Hängebegonie
Begonia boliviensis
Die Hängebegonie ist die Antwort auf den Nordbalkon. Wo Petunien und Geranien nur noch mickern, bringt sie von Mai bis zum ersten Frost hunderte schmale, leuchtende Blüten hervor, die an kleinen Stielen über den Topfrand fallen.
Sie stammt aus den Anden Boliviens und wächst dort in Felsspalten unter Bäumen. Das erklärt ihre Vorlieben: gedämpftes Licht, gleichmäßige Feuchtigkeit und gute Drainage. Ein Detail macht sie besonders interessant: Sie bildet Knollen und lässt sich damit über den Winter retten.
Hängebegonien blühen dort weiter, wo den meisten anderen Balkonpflanzen das Licht fehlt.
- Standort
- Halbschattig bis schattig, verträgt auch Sonne
- Blütezeit
- Mai bis zum ersten Frost
- Wuchs
- Überhängend, 30 bis 50 cm
- Gießen
- Gleichmäßig feucht, nicht über die Blätter
- Düngen
- Alle ein bis zwei Wochen
- Ausputzen
- Nicht nötig, reinigt sich selbst
- Winterhart
- Nein, Knolle überwinterbar
- Hinweis
- Nicht zum Verzehr geeignet
Der richtige Platz
Halbschatten ist ideal, tiefer Schatten funktioniert noch. Auch ein Nordbalkon, an dem nie direkte Sonne ankommt, reicht dieser Pflanze für eine volle Saison Blüte. Genau darin liegt ihr Wert, denn kaum eine andere Sommerblume leistet das.
Anders als die klassischen Knollenbegonien kommen die Sorten der Begonia boliviensis auch mit einem sonnigen Platz zurecht. Dort brauchen sie allerdings deutlich mehr Wasser, und an sehr heißen Standorten können die Blätter helle Flecken bekommen. Wer die Wahl hat, gibt ihnen Morgensonne und Nachmittagsschatten.
Windgeschützt sollte es sein, die Triebe sind vergleichsweise weich und brechen leicht.
Gießen
Halten Sie die Erde gleichmäßig feucht. Weil Begonien meist im Schatten stehen, trocknet ihr Topf langsamer aus als der einer Geranie in der Sonne. Prüfen Sie deshalb lieber mit dem Finger, statt nach festem Zeitplan zu gießen.
Staunässe ist das größte Risiko. Die fleischigen Stiele und die Knolle faulen schnell, wenn Wasser im Untersetzer steht.
Gießen Sie an die Erde und nicht über das Laub. Begonienblätter bleiben im Schatten lange nass, und darauf setzt sich gern Mehltau.
Düngen
Alle ein bis zwei Wochen Flüssigdünger für Blühpflanzen genügt, oder ein Langzeitdünger beim Einpflanzen.
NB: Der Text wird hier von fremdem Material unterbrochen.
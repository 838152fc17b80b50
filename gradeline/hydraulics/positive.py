"""What a formula may be given: only values above zero."""

from __future__ import annotations

import numpy as np
import numpy.typing as npt

__all__ = ["positive"]

Array = npt.NDArray[np.float64]


def positive(value: npt.ArrayLike) -> Array:
    """Return float64 with NaN in place of what is not above zero, so that no later step warns.

    Parameters
    ----------
    value : array_like
        In any SI unit.

    Returns
    -------
    ndarray
        In the same unit.

    Examples
    --------
    >>> print(positive([-1, 0, 2]))
    [nan nan  2.]
    """
    array = np.asarray(value, dtype=np.float64)
    return np.where(array > 0, array, np.nan)
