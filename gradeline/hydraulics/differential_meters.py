"""Orifice plates, nozzles and venturi tubes by ISO 5167: SI in, SI out, arrays throughout.

What the standard allows (ratio of bores, bore, Reynolds number) is told by `meter_limits`; beyond it the equations are
worked out all the same.
"""

from __future__ import annotations

from collections.abc import Callable

import numpy as np
from numpy.typing import ArrayLike, NDArray

from gradeline.errors import ReductionError

__all__ = [
    "METER_TYPES",
    "differential_meter_flow",
    "discharge_coefficient",
    "discharge_coefficient_u",
    "expansibility",
    "meter_limits",
]

Array = NDArray[np.float64]

#: Kinds of differential meter; what stands after the dot is the pressure tapping of an orifice plate or the make.
METER_TYPES = (
    "orifice plate, corner",
    "orifice plate, flange",
    "orifice plate, D and D/2",
    "nozzle, ISA 1932",
    "nozzle, long radius",
    "nozzle, venturi",
    "venturi, machined",
    "venturi, as cast",
    "venturi, rough welded",
)
_VENTURI = {"machined": 0.995, "as cast": 0.984, "rough welded": 0.985}
_VENTURI_U = {"machined": 0.005, "as cast": 0.0035, "rough welded": 0.0075}
_PASSES = 30
#: Re_D below which an orifice plate's coefficient is less certain.
_SLOW = 1e4


def expansibility(
    meter: str,
    pipe_bore: float,
    throat_bore: float,
    upstream_pressure: ArrayLike,
    differential_pressure: ArrayLike,
    isentropic_exponent: float = 1.4,
) -> Array:
    """Return the expansibility factor of a gas.

    Parameters
    ----------
    meter : str
        One of `METER_TYPES`.
    pipe_bore, throat_bore : float
        D and d, m, d < D.
    upstream_pressure : array_like
        Absolute, Pa.
    differential_pressure : array_like
        Pa, below a quarter of it.
    isentropic_exponent : float
        κ, dimensionless.

    Returns
    -------
    array
        ε, dimensionless (ISO 5167-2 for orifice plates, ISO 5167-3 and -4 for nozzles and venturis), by `fluids`.

    Raises
    ------
    ReductionError
        For an unknown meter, or a throat that is not smaller than the pipe.

    Examples
    --------
    >>> expansibility("orifice plate, corner", 0.0739, 0.0222, 1e5, 1e3).round(4).item()
    0.9975
    """
    from fluids.flow_meter import nozzle_expansibility, orifice_expansibility  # noqa: PLC0415 (loaded when asked for: start-up time)

    _check_meter(meter, pipe_bore, throat_bore)
    formula = orifice_expansibility if meter.startswith("orifice") else nozzle_expansibility

    def one(pressure: float, differential: float) -> float:
        if not differential > 0:
            return 1.0
        return float(formula(pipe_bore, throat_bore, pressure, pressure - differential, isentropic_exponent))

    return np.asarray(np.vectorize(one, otypes=[float])(upstream_pressure, differential_pressure))


def discharge_coefficient(meter: str, pipe_bore: float, throat_bore: float, reynolds: ArrayLike) -> Array:
    """Return the discharge coefficient C of ISO 5167.

    Parameters
    ----------
    meter : str
        One of `METER_TYPES`.
    pipe_bore, throat_bore : float
        D and d, m, d < D.
    reynolds : array_like
        Of the pipe, Re_D, dimensionless, above 0.

    Returns
    -------
    array
        C, dimensionless: Reader-Harris and Gallagher for orifice plates (ISO 5167-2), ISO 5167-3 for nozzles, the
        constants of ISO 5167-4 for venturis. The equations are those of `fluids`, held against an independent writing
        of each in the tests. Below Re 3700, outside the standard, the orifice's goes on by terms of Reader-Harris
        (2015).

    Raises
    ------
    ReductionError
        For an unknown meter, or a throat that is not smaller than the pipe.

    Examples
    --------
    >>> discharge_coefficient("orifice plate, corner", 0.1, 0.05, [1e4, 1e6]).round(4).tolist()
    [0.6186, 0.6038]
    """
    _check_meter(meter, pipe_bore, throat_bore)
    kind, _, make = meter.partition(", ")
    at = np.asarray(reynolds, float)
    if kind == "venturi":
        return np.full(at.shape, _VENTURI[make])
    if make == "venturi":
        from fluids.flow_meter import C_venturi_nozzle  # noqa: PLC0415 (loaded when asked for: start-up time)

        return np.full(at.shape, float(C_venturi_nozzle(pipe_bore, throat_bore)))
    formula = _coefficient_formula(kind, make)
    # The formulas ask for density, viscosity and mass flow, of which only Re = 4 m/(π D μ) counts.
    mass = at * np.pi * pipe_bore / 4.0
    return np.asarray(
        np.vectorize(lambda m: formula(pipe_bore, throat_bore, 1.0, 1.0, m), otypes=[float])(mass)
    )


def _coefficient_formula(kind: str, make: str) -> Callable[[float, float, float, float, float], float]:
    from fluids import flow_meter  # noqa: PLC0415 (loaded when asked for: start-up time)

    if kind == "orifice plate":
        formula = flow_meter.C_Reader_Harris_Gallagher
        taps = {
            "corner": flow_meter.ORIFICE_CORNER_TAPS,
            "flange": flow_meter.ORIFICE_FLANGE_TAPS,
            "D and D/2": flow_meter.ORIFICE_D_AND_D_2_TAPS,
        }[make]
        return lambda D, d, rho, mu, m: float(formula(D, d, rho, mu, m, taps=taps))
    nozzle = flow_meter.C_ISA_1932_nozzle if make == "ISA 1932" else flow_meter.C_long_radius_nozzle
    return lambda D, d, rho, mu, m: float(nozzle(D, d, rho, mu, m))


def differential_meter_flow(
    differential_pressure: ArrayLike,
    density: ArrayLike,
    kinematic_viscosity: ArrayLike,
    pipe_bore: float,
    throat_bore: float,
    meter: str,
    *,
    coefficient: float | None = None,
    expansibility_factor: ArrayLike = 1.0,
) -> Array:
    """Return the flow through an orifice plate, a nozzle or a venturi tube.

    Parameters
    ----------
    differential_pressure : array_like
        Between the tappings, their difference of elevation taken out, Pa, at least 0.
    density : array_like
        Upstream, kg/m³, above 0.
    kinematic_viscosity : array_like
        m²/s, above 0.
    pipe_bore, throat_bore : float
        D and d, m, d < D.
    meter : str
        One of `METER_TYPES`.
    coefficient : float, optional
        A known C, dimensionless, in place of the standard's.
    expansibility_factor : array_like
        ε, dimensionless; 1 for a liquid.

    Returns
    -------
    array
        m³/s, Q = C ε (π/4) d² √(2 Δp/ρ) / √(1 − β⁴) with β = d/D (ISO 5167-1), C iterated on Re_D.

    Raises
    ------
    ReductionError
        For an unknown meter, or β not below 1.

    Examples
    --------
    >>> differential_meter_flow(17e3, 999.1, 1.138e-6, 0.07366, 0.05, "orifice plate, D and D/2").round(6).item()
    0.007939
    """
    _check_meter(meter, pipe_bore, throat_bore)
    _above_zero("density", density)
    _above_zero("kinematic viscosity", kinematic_viscosity)
    pressure, rho, nu = np.broadcast_arrays(
        *(np.asarray(value, float) for value in (differential_pressure, density, kinematic_viscosity))
    )
    beta = throat_bore / pipe_bore
    ideal = np.pi / 4 * throat_bore**2 * np.sqrt(2.0 * pressure / rho) / np.sqrt(1.0 - beta**4)
    ideal = np.asarray(ideal * expansibility_factor)
    if coefficient is not None:
        return np.asarray(coefficient * ideal)
    flow = 0.6 * ideal if meter.startswith("orifice") else 0.98 * ideal
    for _ in range(_PASSES):
        reynolds = np.where(flow > 0, 4.0 * flow / (np.pi * pipe_bore * nu), 1e6)
        new = discharge_coefficient(meter, pipe_bore, throat_bore, reynolds) * ideal
        settled = np.all(np.abs(new - flow) <= 1e-13 * np.abs(new))
        flow = new
        if settled:
            break
    return flow


def discharge_coefficient_u(
    meter: str, pipe_bore: float, throat_bore: float, reynolds: ArrayLike = np.inf
) -> Array:
    """Return the relative standard uncertainty of the discharge coefficient.

    Parameters
    ----------
    meter : str
        One of `METER_TYPES`.
    pipe_bore, throat_bore : float
        D and d, m, d < D.
    reynolds : array_like
        Of the pipe, Re_D, dimensionless, above 0: below 10 000 the orifice plate's is larger by 0.5 % where β > 0.5.

    Returns
    -------
    array
        Dimensionless, half of what ISO 5167-2, -3 and -4 state at 95 % (from memory), within their limits. What an orifice
        plate has to add, for a small pipe and for a small Re_D, is added arithmetically (ISO 5167-2, 5.3.3.1).

    Raises
    ------
    ReductionError
        For an unknown meter, or a throat that is not smaller than the pipe.

    Examples
    --------
    >>> discharge_coefficient_u("orifice plate, corner", 0.1, 0.06, [8e3, 2e4]).round(5).tolist()
    [0.005, 0.0025]
    """
    _check_meter(meter, pipe_bore, throat_bore)
    beta = throat_bore / pipe_bore
    kind, _, make = meter.partition(", ")
    at = np.asarray(reynolds, float)
    added = np.zeros(at.shape)
    if kind == "venturi":
        percent = 200.0 * _VENTURI_U[make]
    elif make == "ISA 1932":
        percent = 0.8 if beta <= 0.6 else 2.0 * beta - 0.4
    elif make == "long radius":
        percent = 2.0
    elif make == "venturi":
        percent = 1.2 + 1.5 * beta**4
    else:
        percent = 0.7 - beta if beta < 0.2 else 0.5 if beta <= 0.6 else 1.667 * beta - 0.5
        if pipe_bore < 0.07112:
            percent += 0.9 * (0.75 - beta) * (2.8 - pipe_bore / 0.0254)
        if beta > 0.5:
            added = np.where(at < _SLOW, 0.5, 0.0)
    return np.asarray((percent + added) / 200.0)


def meter_limits(meter: str, pipe_bore: float, throat_bore: float, reynolds: ArrayLike) -> list[str]:
    """Return the limits of ISO 5167 that a meter or its flows lie outside of.

    Parameters
    ----------
    meter : str
        One of `METER_TYPES`.
    pipe_bore, throat_bore : float
        D and d, m, d < D.
    reynolds : array_like
        Re_D of the flowing runs, dimensionless.

    Returns
    -------
    list of str
        One phrase for each, with the value found and the limit; empty where all is within (limits from memory).

    Raises
    ------
    ReductionError
        For an unknown meter, or a throat that is not smaller than the pipe.

    Examples
    --------
    >>> meter_limits("orifice plate, corner", 0.04, 0.02, [3e4])
    ['D = 40 mm, where the standard holds from 50 to 1000 mm']
    """
    _check_meter(meter, pipe_bore, throat_bore)
    beta = throat_bore / pipe_bore
    bore, ratio, low, high = _range_of(meter, pipe_bore, beta)
    found = []
    if not bore[0] <= pipe_bore * (1 + 1e-9) or not pipe_bore <= bore[1] * (1 + 1e-9):
        found.append(
            f"D = {1000 * pipe_bore:.4g} mm, where the standard holds from {1000 * bore[0]:g} to {1000 * bore[1]:g} mm"
        )
    if not ratio[0] - 1e-9 <= beta <= ratio[1] + 1e-9:
        found.append(f"β = {beta:.4g}, where the standard holds from {ratio[0]:g} to {ratio[1]:g}")
    if meter.startswith("orifice") and throat_bore < 0.0125:
        found.append(f"d = {1000 * throat_bore:.4g} mm, where the standard holds from 12.5 mm")
    at = np.atleast_1d(np.asarray(reynolds, float))
    at = at[at > 0]
    if len(at) and at.min() < low:
        found.append(f"Re = {_apart(at.min())}, where the standard holds from {_apart(low)}")
    if len(at) and at.max() > high:
        found.append(f"Re = {_apart(at.max())}, where the standard holds to {_apart(high)}")
    return found


def _apart(reynolds: float) -> str:
    """Three digits, thousands apart."""
    value = float(f"{reynolds:.3g}")
    return f"{value:,.0f}".replace(",", "\u202f") if value >= 1000 else f"{value:g}"


def _range_of(
    meter: str, bore: float, beta: float
) -> tuple[tuple[float, float], tuple[float, float], float, float]:
    """Limits of (D, β, least Re, largest Re) of ISO 5167-2 to -4."""
    if meter.startswith("orifice"):
        if meter.endswith("flange"):
            low = max(5000.0, 170e3 * beta**2 * bore)
        else:
            low = 5000.0 if beta <= 0.559 else 16000.0 * beta**2
        return (0.05, 1.0), (0.1, 0.75), low, np.inf
    return {
        "nozzle, ISA 1932": ((0.05, 0.5), (0.3, 0.8), 7e4 if beta < 0.44 else 2e4, 1e7),
        "nozzle, long radius": ((0.05, 0.63), (0.2, 0.8), 1e4, 1e7),
        "nozzle, venturi": ((0.065, 0.5), (0.316, 0.775), 1.5e5, 2e6),
        "venturi, machined": ((0.05, 0.25), (0.4, 0.75), 2e5, 1e6),
        "venturi, as cast": ((0.1, 0.8), (0.3, 0.75), 2e5, 2e6),
        "venturi, rough welded": ((0.2, 1.2), (0.4, 0.7), 2e5, 2e6),
    }[meter]


def _check_meter(meter: str, pipe_bore: float, throat_bore: float) -> None:
    if meter not in METER_TYPES:
        raise ReductionError(f"unknown meter {meter!r}; known are {'; '.join(METER_TYPES)}")
    if not 0 < throat_bore < pipe_bore:
        raise ReductionError(
            f"the throat ({throat_bore:g} m) must be smaller than the pipe ({pipe_bore:g} m): β = "
            f"{throat_bore / pipe_bore:.3g} must be below 1"
        )


def _above_zero(name: str, value: ArrayLike) -> None:
    if not (np.asarray(value, float) > 0).all():
        raise ReductionError(f"every {name} must be above 0; found {float(np.min(np.asarray(value))):g}")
Begonien sind weniger hungrig als Petunien.
Zu viel Stickstoff bringt große Blätter und wenige Blüten. Halten Sie sich an die Dosierung auf der Packung.
Ausputzen und Rückschnitt
Hängebegonien sind selbstreinigend, verblühte Blüten fallen von selbst ab. Ein Rückschnitt ist während der Saison nicht nötig.
Entfernen Sie gelegentlich abgestorbene Blätter, damit sie nicht auf der feuchten Erde liegen bleiben und faulen.
Die Knolle überwintern
Anders als die meisten Sommerblüher lässt sich diese Begonie über den Winter bringen, weil sie eine Knolle bildet.
- Im Herbst weniger gießen, sobald die Blüte nachlässt.
- Nach dem ersten Frost die oberirdischen Teile abschneiden.
- Die Knolle aus dem Topf nehmen, Erde grob abstreifen und einige Tage trocknen lassen.
- In einer Kiste mit trockenem Sand oder Torf dunkel bei etwa zehn Grad lagern.
- Ab März in frische Erde setzen, hell und warm stellen und wieder gießen.
Eine Einschränkung, die selten dazugesagt wird: Weil die Handelspflanzen aus Stecklingen gezogen werden, ist die Knolle nach dem ersten Sommer oft noch klein. Der Versuch schlägt dann fehl, obwohl alles richtig gemacht wurde. Ab dem zweiten Jahr stehen die Chancen deutlich besser.
Wer sich das sparen möchte, behandelt die Pflanze einfach als einjährig. Neue Pflanzen im Frühjahr blühen genauso gut.
Schön kombinieren
Im Schatten sind Fuchsien, Fleißige Lieschen und Funkien gute Nachbarn. Alle mögen ähnliche Bedingungen und bilden zusammen ein ruhiges, sattes Bild.
Als Solitär in einer Ampel kommt die Hängebegonie besonders gut zur Geltung, weil ihre Triebe frei nach unten hängen können.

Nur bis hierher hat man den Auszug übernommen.